If you like investing in out-of-favour FTSE 100 blue chips, as I do, then I suggest you run the rule over HSBC Holdings (LSE: HSBA) (NYSE: HBC.US). While high street rivals such as Lloyds Banking Group have raced ahead in recent years, HSBC has been stuck in first gear. In fact, its share price has stalled for the past three years, going precisely nowhere. That has knocked the forecast price-to-earnings valuation to 10.7 times earnings for December 2014. Given that HSBC is supposed to be the good bank, that doesn’t look like a bad price to pay.

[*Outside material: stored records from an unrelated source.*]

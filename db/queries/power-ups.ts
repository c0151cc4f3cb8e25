import { and, asc, eq, inArray } from "drizzle-orm";
import { assertCan, type Member } from "@/lib/auth/can";
import { ConflictError, ValidationError, notFound } from "@/lib/errors";
import { checklistWarnings, isOverStop, lowerFirst, outcomeRefusal, stepWarnings } from "@/lib/jobs/power-up-steps";
import type { PowerUpOutcomeValues, PowerUpStepValues, PowerUpValues } from "@/lib/jobs/power-up-schemas";
import { POWER_UP_CHECKLIST, POWER_UP_LIMITER_LABELS } from "@/lib/vocabulary";
import { getDb, type Db } from "../client";
import { powerUpSteps, powerUps, users } from "../schema";
import { assertJobInWorkshop, type Tx } from "./job-access";
import { appendLog } from "./job-log";

/** The Power-ups tab: bring-up sessions and their steps. Every member may start one, add steps and close it. */

const sessionColumns = {
  id: powerUps.id,
  limiter: powerUps.limiter,
  lampPower: powerUps.lampPower,
  currentLimit: powerUps.currentLimit,
  stopCurrent: powerUps.stopCurrent,
  checklist: powerUps.checklist,
  outcome: powerUps.outcome,
  reason: powerUps.reason,
  startedAt: powerUps.startedAt,
  logEntryId: powerUps.logEntryId,
  authorId: users.id,
  authorName: users.name,
};

const stepColumns = {
  id: powerUpSteps.id,
  powerUpId: powerUpSteps.powerUpId,
  supplyVoltage: powerUpSteps.supplyVoltage,
  currentDrawn: powerUpSteps.currentDrawn,
  minutes: powerUpSteps.minutes,
  bPlus: powerUpSteps.bPlus,
  note: powerUpSteps.note,
  createdAt: powerUpSteps.createdAt,
};

type StepRow = typeof powerUpSteps.$inferSelect;

function presentStep(s: StepRow, stopCurrent: number | null) {
  return {
    id: s.id,
    supplyVoltage: s.supplyVoltage,
    currentDrawn: s.currentDrawn,
    minutes: s.minutes,
    bPlus: s.bPlus,
    note: s.note,
    overStop: isOverStop(s.currentDrawn, stopCurrent),
    warnings: stepWarnings(s, stopCurrent),
    createdAt: s.createdAt,
  };
}
export type PowerUpStep = ReturnType<typeof presentStep>;

function sessionsOf(member: Member, jobId: number, db: Db | Tx, only?: number) {
  const where = [eq(powerUps.jobId, jobId), eq(powerUps.workshopId, member.workshopId)];
  if (only !== undefined) where.push(eq(powerUps.id, only));
  const rows = db
    .select(sessionColumns)
    .from(powerUps)
    .leftJoin(users, eq(users.id, powerUps.authorId))
    .where(and(...where))
    .orderBy(asc(powerUps.startedAt), asc(powerUps.id))
    .all();
  const steps = rows.length
    ? db
        .select(stepColumns)
        .from(powerUpSteps)
        .where(
          inArray(
            powerUpSteps.powerUpId,
            rows.map((r) => r.id),
          ),
        )
        .orderBy(asc(powerUpSteps.id))
        .all()
    : [];
  return rows.map(({ authorId, authorName, logEntryId, ...s }) => {
    const own = steps.filter((st) => st.powerUpId === s.id).map((st) => presentStep(st, s.stopCurrent));
    return {
      ...s,
      checklistWarnings: checklistWarnings(s.checklist),
      author: authorId === null ? null : { id: authorId, name: authorName ?? "" },
      /** Moved from a power-up entry of the Log: limiter, stop current and checklist were never recorded. */
      fromLog: logEntryId !== null,
      overStop: own.some((st) => st.overStop),
      steps: own,
    };
  });
}
export type PowerUp = ReturnType<typeof sessionsOf>[number];

export function listPowerUps(member: Member, jobId: number): PowerUp[] {
  assertJobInWorkshop(member, jobId);
  return sessionsOf(member, jobId, getDb());
}

function session(member: Member, jobId: number, powerUpId: number, tx: Tx): PowerUp {
  const found = sessionsOf(member, jobId, tx, powerUpId)[0];
  if (!found) throw notFound("That power-up session");
  return found;
}

const amps = (a: number) => `${Number(a.toPrecision(3))} A`;

function limiterWords(v: PowerUpValues): string {
  if (v.limiter === "series-lamp") return `behind a ${v.lampPower} W series lamp`;
  if (v.limiter === "limited-supply") return `on a supply limited to ${amps(v.currentLimit!)}`;
  return `on a ${POWER_UP_LIMITER_LABELS.variac.toLowerCase()}`;
}

export function createPowerUp(member: Member, jobId: number, input: PowerUpValues): PowerUp {
  assertCan(member, "addNotes", "record power-ups");
  return getDb().transaction((tx) => {
    assertJobInWorkshop(member, jobId, tx);
    const { id } = tx
      .insert(powerUps)
      .values({
        jobId,
        workshopId: member.workshopId,
        authorId: member.userId,
        limiter: input.limiter,
        // Only the chosen limiter's own figure is kept.
        lampPower: input.limiter === "series-lamp" ? input.lampPower : null,
        currentLimit: input.limiter === "limited-supply" ? input.currentLimit : null,
        stopCurrent: input.stopCurrent,
        checklist: input.checklist,
      })
      .returning({ id: powerUps.id })
      .get();
    const undone = POWER_UP_CHECKLIST.filter((c) => !input.checklist[c.id]);
    const checks = undone.length
      ? `${POWER_UP_CHECKLIST.length - undone.length} of ${POWER_UP_CHECKLIST.length} checks done (not done: ${undone.map((c) => lowerFirst(c.label)).join("; ")})`
      : "every check done";
    appendLog(tx, member, jobId, "power-up", `Power-up session started ${limiterWords(input)}, stop current ${amps(input.stopCurrent)}; ${checks}.`, {
      powerUpId: id,
    });
    return session(member, jobId, id, tx);
  });
}

export function addPowerUpStep(member: Member, jobId: number, powerUpId: number, input: PowerUpStepValues): PowerUpStep {
  assertCan(member, "addNotes", "record power-up steps");
  return getDb().transaction((tx) => {
    assertJobInWorkshop(member, jobId, tx);
    const s = session(member, jobId, powerUpId, tx);
    if (s.outcome) throw new ConflictError(`This session is closed (${s.outcome}): start a new session for more steps.`);
    const row = tx
      .insert(powerUpSteps)
      .values({
        powerUpId,
        supplyVoltage: input.supplyVoltage,
        currentDrawn: input.currentDrawn,
        minutes: input.minutes,
        bPlus: input.bPlus ?? null,
        note: input.note ?? null,
      })
      .returning()
      .get();
    const step = presentStep(row, s.stopCurrent);
    const words = [`${input.supplyVoltage} V in, ${amps(input.currentDrawn)} drawn for ${input.minutes} min`];
    if (input.bPlus !== undefined) words.push(`B+ ${input.bPlus} V`);
    if (step.overStop) words.push(`over the ${amps(s.stopCurrent!)} stop current`);
    appendLog(tx, member, jobId, "power-up", `Power-up step: ${words.join(", ")}.${input.note ? ` ${input.note}` : ""}`, { powerUpId, stepId: row.id });
    return step;
  });
}

/** Passed or stopped. A session with a step over its stop current passes only with a reason (400 naming `reason`). */
export function updatePowerUp(member: Member, jobId: number, powerUpId: number, input: PowerUpOutcomeValues): PowerUp {
  assertCan(member, "addNotes", "close power-up sessions");
  return getDb().transaction((tx) => {
    assertJobInWorkshop(member, jobId, tx);
    const s = session(member, jobId, powerUpId, tx);
    const refusal = outcomeRefusal(input.outcome, input.reason, s.steps, s.stopCurrent);
    if (refusal) throw new ValidationError(refusal, { reason: refusal });
    tx.update(powerUps)
      .set({ outcome: input.outcome, reason: input.reason ?? null })
      .where(and(eq(powerUps.id, powerUpId), eq(powerUps.jobId, jobId), eq(powerUps.workshopId, member.workshopId)))
      .run();
    appendLog(tx, member, jobId, "power-up", `Power-up session ${input.outcome}${input.reason ? `: ${input.reason}` : "."}`, {
      powerUpId,
      outcome: input.outcome,
    });
    return session(member, jobId, powerUpId, tx);
  });
}
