import { and, eq } from "drizzle-orm";
import { getDb } from "../client";
import { invoices, paymentEvents } from "../schema";
import { insertLogEntry } from "./log";

/**
 * Applies verified payment-service events. Called only by the webhook route after the SDK has checked the
 * signature. The event id goes into payment_events in the same transaction as the state change, so a
 * redelivered event changes nothing.
 */

export interface CompletedSession {
  id: string;
  payment_status: string;
  amount_total: number | null;
  currency: string | null;
  metadata: Record<string, string> | null;
}

export type ApplyResult = "paid" | "duplicate" | "ignored";

export function applyCheckoutCompleted(eventId: string, eventType: string, session: CompletedSession): ApplyResult {
  return getDb().transaction((tx) => {
    const seen = tx.select({ id: paymentEvents.id }).from(paymentEvents).where(eq(paymentEvents.id, eventId)).get();
    if (seen) return "duplicate";
    const invoiceId = Number(session.metadata?.invoiceId);
    const workshopId = Number(session.metadata?.workshopId);
    // The session must be the one we created for this invoice in this workshop, for its exact amount.
    const invoice =
      Number.isSafeInteger(invoiceId) && Number.isSafeInteger(workshopId)
        ? tx
            .select()
            .from(invoices)
            .where(and(eq(invoices.id, invoiceId), eq(invoices.workshopId, workshopId), eq(invoices.checkoutSessionId, session.id)))
            .get()
        : undefined;
    tx.insert(paymentEvents)
      .values({ id: eventId, type: eventType, invoiceId: invoice?.id ?? null })
      .run();
    if (!invoice || invoice.status !== "issued") return "ignored";
    if (
      session.payment_status !== "paid" ||
      session.amount_total !== invoice.totalMinor ||
      session.currency?.toLowerCase() !== invoice.currency.toLowerCase()
    ) {
      return "ignored";
    }
    const paidAt = new Date();
    tx.update(invoices)
      .set({ status: "paid", paidAt })
      .where(and(eq(invoices.id, invoice.id), eq(invoices.status, "issued")))
      .run();
    insertLogEntry(tx, {
      jobId: invoice.jobId,
      workshopId: invoice.workshopId,
      authorId: null,
      kind: "invoice",
      text: `Invoice ${invoice.number} paid by card.`,
      data: { invoiceId: invoice.id, event: "paid", paymentEventId: eventId },
    });
    return "paid";
  });
}
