import { and, eq, sql } from "drizzle-orm";
import type { Member } from "@/lib/auth/can";
import { notFound } from "@/lib/errors";
import { getDb, type DbOrTx } from "../client";
import { jobs } from "../schema";

/** Shared by the job-area query modules: the job must be in the member's workshop, else NotFoundError. */

export type { Tx } from "../client";

export function assertJobInWorkshop(member: Member, jobId: number, db: DbOrTx = getDb()): void {
  const row = db
    .select({ id: jobs.id })
    .from(jobs)
    .where(and(eq(jobs.id, jobId), eq(jobs.workshopId, member.workshopId)))
    .get();
  if (!row) throw notFound("That job");
}

/** Any change to a job's record moves it up the "recently worked on" list. */
export function touchJob(member: Member, jobId: number, db: DbOrTx = getDb()): void {
  db.update(jobs)
    .set({ updatedAt: sql`(unixepoch('subsec') * 1000)` })
    .where(and(eq(jobs.id, jobId), eq(jobs.workshopId, member.workshopId)))
    .run();
}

I suspect it won’t look such good value for much longer. In fact, the entire banking sector has shown signs of life this year, following publication of the Bank of England’s Bank Liabilities Survey. This lifted banking stocks across the board, by revealing improvements in their capital metrics and retail deposits, and a decline in their funding requirements. Not that I was too worried. HSBC is one of the most strongly capitalised banks of all, with its Core Tier 1 ratio recently up from 12.7% to 13.3%, and has the further security of massive diversified global revenues. But it is another milestone on the long road to financial respectability.

Happy at home

If you feel you’ve missed the boat with Lloyds (up 200% in two years), Royal Bank of Scotland Group (up 70%) or Barclays (up 50%), HSBC could be the best way to cash in on the next phase in the banking sector recovery. I’m glad management has denied plans to sell off a stake in its UK retail banking arm, it doesn’t need that distraction right now, and anyway, why would it want to sell out of the UK’s relatively healthy recovery prospects? The UK is one of HSBC’s two home markets, the other being Hong Kong, and together they contribute more than half of company profits. Q3 profits rose 30% to £4.53 billion, by the way. That looks like a healthy rate of growth to me.

After a stonking 28% rise in earnings per share (EPS) in 2013, growth is forecast to slow to a steady 9% this year. In 2015, EPS should edge up to 11%. That is expected to lift the forecast yield from today’s 4.1% to a forecast 5.9% by December 2015. Patience should turn out to be a virtue with this stock. Exactly one month ago, I predicted that HSBC was the bank to watch in 2014. It is already up 5% since then. Providing there is no major external shock, such as a China blow-up, I would expect HSBC to move up the gears over the next few years. And you can keep pocketing that meaty dividend until the company is cruising again.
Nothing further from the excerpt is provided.